I well know that in standard probability theory there is no way to define a uniform probability distribution over the natural numbers in the strict sense, but nonetheless, I'm trying to form an intuitive understanding of how such a distribution ( here I'm appealing more to an intuitive idea of probability than the formal one ) should behave, i.e. what should I expect to see, in an aggregated and structural sense, if I were to extract independently an infinite sequence of numbers using this distribution.
My intuition says that if I restrict myself to sequences of ordinal length $\omega$ (simple infinite sequences) then I should expect to observe nothing but pure chaos, with no regularity whatsoever. But if I were to keep extracting (independently, again in a not-quite-formal sense) numbers to obtain a sequence of ordinal length $\omega_1$, let's call it $\langle x_\alpha\rangle_{ \alpha < \omega_1}$, then great regularity would emerge. In particular, I would almost surely expect to see every natural number appearing in this uncountable sequence, and moreover, I would expect every natural number to appear cofinely many times (i.e. $\forall n \in \omega \ \forall \alpha < \omega_1 \ \exists \beta \in [\alpha, \omega_1)$ s.t. $x_\beta = n$). Also there would be no way to distinguish two numbers based on their appearances in the sequence (here the uniform character of the distribution).
Hoping that what I wrote is not too vague, my questions are:
- Is this intuition reasonable and acceptable in some way?
- Have some attempts been made to formalize this intuition?
More in general I'm getting interested in a critical understanding of what are the true reasons (of various nature) behind the fact that we could not develop a rich theory of probability comprising these "pathological" distributions and also other fringe notions like infinitesimal probabilities (I think these two concepts are intimately related). Is there some literature in this regard? I'm not asking for references to the thousands of non-standard probability theories available, but rather for a study of why these non-standard theories, which in general try to formalize some of the notions written above, all have serious and non-overseeable flaws that make them of no "practical" use, as if there are some structural and profound difficulties in formalizing these notions.
Thanks!
EDIT1: I know that by dropping countable additivity we could define a uniform distribution over the naturals, but dropping such an axiom has a serious (I'd dare to say devastating) impact on the mathematical power of the theory (an example of the flaws I was talking about). Also it does not shed any light on the intuition I wrote above.

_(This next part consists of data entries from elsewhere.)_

#pragma once
// The steady adjoint.

#include <algorithm>
#include <cmath>
#include <tepor/answers/gradient.hpp>
#include <tepor/answers/impl/adjoint.hpp>
#include <tepor/field/functional_slope.hpp>

namespace tepor {

namespace detail {

/// Every law among the data knows its slope exactly.
inline bool exact_laws(const Model& model) {
    const auto exact = [](const Coefficient& c) {
        return c.value().kind() != Value::Kind::law || c.value().law().exact_slope();
    };
    bool all = true;
    for (const RegionModel& r : model.regions) {
        for (const Coefficient& k : r.k) all = all && exact(k);
        for (const VolumeTerm& v : r.volume) all = all && exact(v.amount) && exact(v.fluid) && exact(v.extent);
    }
    for (const FaceModel& f : model.faces) {
        all = all && exact(f.fixed);
        for (const FaceTerm& t : f.terms) all = all && exact(t.amount) && exact(t.outside);
    }
    for (const ContactModel& c : model.contacts) all = all && exact(c.amount);
    for (const LocalModel& l : model.locals) all = all && exact(l.total);
    return all;
}

/// Sums by slot and place become the answer.
inline Gradient finish_gradient(const Quantity& quantity, double value, const Model& model, const Values& values,
                                SlopeSums& sums) {
    std::vector<Point> nodes;
    std::vector<Point> places;
    if (model.kernels->shape_at(0)) {
        nodes.resize(model.mesh->nodes.size());
        places = model.mesh->nodes;
        const Point* place = model.places_of(values);
        for (std::size_t u = 0; u < model.node_of.size(); ++u) {
            Point& sum = nodes[as_size(model.node_of[u])];
            sum = sum + sums.places[u];
            places[as_size(model.node_of[u])] = place[u];
        }
    }
    chain_places(model, sums);
    std::vector<Gradient::Entry> entries;
    entries.reserve(sums.slots.size());
    for (std::size_t s = 0; s < sums.slots.size(); ++s) {
        const double p = values.slots[s];
        entries.push_back({model.parameters[s], p, sums.slots[s], value == 0.0 ? 0.0 : p / value * sums.slots[s]});
    }
    return {quantity, value, std::move(entries), std::move(nodes), std::move(places), exact_laws(model)};
}

/// dJ/d(slot, place) of a linearised steady state.
inline Gradient steady_gradient(Linearised& at, const Quantity& quantity) {
    const Field& field = at.field();
    const Model& model = at.model();
    const Values& values = field.values();
    const double* T = field.temperature().data();
    const auto n = as_size(model.unknowns);
    const Functional functional = compile(model, values, quantity);
    const double value = evaluate(functional, model, values, at.work(), T, field.reaction().data(), {});

    std::vector<double> row(n, 0.0);
    temperature_slope(functional, model, values, at.work(), T, {}, row.data());
    std::vector<double> lambda = reaction_weights(functional, model);
    std::vector<double> product(n, 0.0);
    if (!functional.reaction.unknown.empty()) {
        at.multiply_all(lambda.data(), product.data(), true);
        for (std::size_t u = 0; u < n; ++u) row[u] += product[u];
    }
    std::vector<double> free(n, 0.0);
    for (Index u = 0; u < model.free; ++u) free[as_size(u)] = -row[as_size(u)];
    at.solve(free.data(), true);
    at.multiply_all(free.data(), product.data(), true);
    for (std::size_t u = 0; u < n; ++u) {
        row[u] += product[u]; // what is left at prescribed unknowns is the derivative by their temperature
        lambda[u] += free[u];
    }
    SlopeSums sums(model, true);
    explicit_slope(functional, quantity, model, values, at.work(), T, {}, 1.0, sums);
    contract_slopes(model, values, at.work(), {T, lambda.data(), {}, nullptr, 1.0}, sums);
    contract_prescribed(model, values, {}, row.data(), sums);
    return finish_gradient(quantity, value, model, values, sums);
}

} // namespace detail

TEPOR_INLINE double Gradient::operator[](const Parameter& parameter) const {
    for (const Entry& e : entries_)
        if (e.parameter == parameter) return e.derivative;
    std::vector<std::string> names;
    for (const Entry& e : entries_) names.push_back(e.parameter.name());
    throw Error(ErrorCode::unused, parameter.name(),
                detail::text("gradient: no statement of the body uses the parameter \"", parameter.name(),
                             "\"; its parameters are ", detail::quoted_list(names)));
}

TEPOR_INLINE std::vector<Gradient::Entry> Gradient::ranked() const {
    std::vector<Entry> sorted = entries_;
    std::stable_sort(sorted.begin(), sorted.end(),
                     [](const Entry& a, const Entry& b) { return std::abs(a.relative) > std::abs(b.relative); });
    return sorted;
}

TEPOR_INLINE const std::vector<Point>& Gradient::nodes() const {
    if (nodes_.empty())
        throw Error(
            ErrorCode::not_supported, quantity_.label(),
            "gradient: derivatives by node positions need cells with shape functions; thickness parameters work "
            "with every cell");
    return nodes_;
}

TEPOR_INLINE Gradient gradient(const Field& field, const Quantity& quantity) {
    detail::Linearised at(field);
    return detail::steady_gradient(at, quantity);
}

} // namespace tepor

EDIT2 (in response to Noah Schweber):
Regarding the first comment: I know that bringing the transfinite into the picture introduces serious difficulties (and I have no precise idea how to deal with it) but to me it is not simply another layer of difficulty, rather it is the necessary layer at which we are able to say something relevant about a possible uniform distribution over the naturals. More specifically I would expect that the "measure" on $\mathbb{N}^{\omega_1}$, once we formalize this uniform distribution over $\mathbb{N}$, should stem from a product-measure-like construction, as it is usually done in standard probability theory.
Regarding the second comment: I didn't say that dropping countable additivity is unnatural, what I say is that by dropping it we'd lose a lot of the theory's mathematical power, i.e. we could develop only very small fragments of Lebesgue's integration theory and would not be able to achieve even the most basic results in stochastic process' theory. And even if we were not interested in such theories, I don't see how we could say anything relevant regarding the uniform distribution over the naturals besides giving it a semblance of formal definition, in particular the intuition about the cofinality of all naturals in the $\omega_1$ sequence (which seems to me a critical property of such distribution) would not be even formalizable, let alone assessable.
I don't know if this helps you but although you cannot define a uniform probability measure in a countable set (easy to prove), you can define a uniform finitely additive probability measure on the naturals: Take a set $A\subset \mathbb N$, and the counting sequence of $A$ defined by $p_A^n=\#\{x\in A:a\leq n\}$, the measure would be $\mu(A)=\lim_n\frac{p_A^n}{n}$, you can easily see that this is finitely additive and $\mu(\{n\})=0$ for every $n\in\mathbb N$.
This is also a very intuitive measure, for example finite sets have measure $0$ and $\mu(n\mathbb N)=\frac{1}{n}$